バッグではレザーやリネンだけでなくナイロン素材のものも展開されています。

それだけにとどまらずジュエリーの製作にも力を入れているGUIDI。
ブランドが提案する釘をモチーフにしたリングやピアスなど、年々意欲的に進化を続けていることが感じられました。
途中からは職人の親子による靴作りのデモンストレーションが開始されるなど見ごたえのあるショールームに思わず圧倒されるのでした。

1.ショールームに使用した現地の撮影スタジオ
2.高天井の採光によりよりコレクションも映える
3.アウターコレクションの中には丸めてバッグのように肩からかけられるものも
4.シースルー仕様のアウター

The Viridi-anne / Country of origin : Japan

実際に使われている撮影スタジオをショールームとして使用。
バック紙やライトスタンドなど機材があるままの光景に非常に馴染みのある私には、天井高の天窓から取り入れる自然光と白ホリの反射はまさに光の空間、コレクションの見せ方も印象的でした。
毎シーズンThe Viridi-anneのアウターには注目していますがバッグのように丸めて肩にかけられるアウター、組み合わせによって着方のバリエーションを選べるもの、撥水加工のシースルー仕様など様々なアウターをリリース。

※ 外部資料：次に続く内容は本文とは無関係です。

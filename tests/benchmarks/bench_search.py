"""How long the default search takes against one nightly run of the same data.

Data: scikit-learn's ``load_digits`` (1,797 8×8 images shipped with scikit-learn), all
rows, in one local workspace. Measured in this run, side by side:

* one ``nightly_flow`` with the records' shape defaults (patch 4 × 4, stride 1, 3 × 3
  regions, 32 atoms, 4 nonzeros: ``default_settings((8, 8), n)``), from an empty workspace;
* one ``search_flow`` with the default :class:`SearchOptions`.

Prints both wall times and their ratio (goal: the search within ~10× the nightly run), and
the search's ranked table. Run as a script (pytest does not collect ``bench_*.py``)::

    python tests/benchmarks/bench_search.py
"""

from __future__ import annotations

import tempfile
import time

import numpy as np
from sklearn.datasets import load_digits

from atomline.flows import nightly_flow
from atomline.flows.search import search_flow
from atomline.stages.kernels.shape_rules import default_settings
from atomline.stages.options import PoolOptions, SearchOptions, TrainOptions
from atomline.stages.search import table_text
from atomline.stages.workspace import Workspace


def workspace(X: np.ndarray, y: np.ndarray) -> str:
    url = tempfile.mkdtemp(prefix="bench-search-") + "/ws"
    ws = Workspace.open(url, create=True)
    ws.add_records("digits", X.reshape(-1, 8, 8).astype(np.float32), chunk_rows=256)
    ws.add_labels("digits", y)
    return url


def main() -> None:
    X, y = load_digits(return_X_y=True)
    s = default_settings((8, 8), X.shape[0])
    t0 = time.perf_counter()
    # The nightly defaults resolve to these values on digits; given explicitly so the
    # measured run is the shape-default configuration whatever else the workspace holds.
    nightly_flow(workspace(X, y), "digits",
                 train=TrainOptions(n_atoms=s.n_atoms, patch_size=s.patch_size, stride=s.stride,
                                    coder_options={"n_nonzero": s.n_nonzero},
                                    sample_patches=s.sample_patches),
                 pool=PoolOptions(regions=s.regions))
    nightly = time.perf_counter() - t0
    t0 = time.perf_counter()
    result = search_flow(workspace(X, y), "digits", search=SearchOptions())
    search = time.perf_counter() - t0
    print(table_text(result["ranked"]))
    print(f"nightly {nightly:.1f} s, search {search:.1f} s "
          f"({len(result['trials'])} trials), ratio {search / nightly:.1f}")


if __name__ == "__main__":
    from atomline.flows._server import temporary_server

    with temporary_server():  # started before either timing, so neither pays for it
        main()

カットソーも背面のシームに特徴があり、単純にシンプルなデザインでは終わらせないブランドらしさが垣間見えます。
スタイリッシュなコレクションを展開するこちらのブランド。
デザイナーである岡庭氏の哲学を昇華させたThe Viridi-anneの20SSコレクションにご期待ください!

1.2020SSコレクション
2.背面にプリントをあしらったシャツ
3.今シーズンは落ち着いたカラーが目立つ
4.随所に置かれたアートオブジェ
5.ナチュラルな生地感

JULIUS / Country of origin : Japan

20SSでは自然とコンテンポラリーアートの融合を感じさせるJULIUS。
近年のデジタルチックなコレクションとは一線を画する雰囲気に。
定番の黒、イエローのみならずナチュラルな落ち着いたアースカラーが目を引きました。
オーガニック素材を使用したナチュラルでゆったりしたオーバーサイズのシルエットと大きく配された大胆なプリントが自然の中の力強さを表現したようなイメージに。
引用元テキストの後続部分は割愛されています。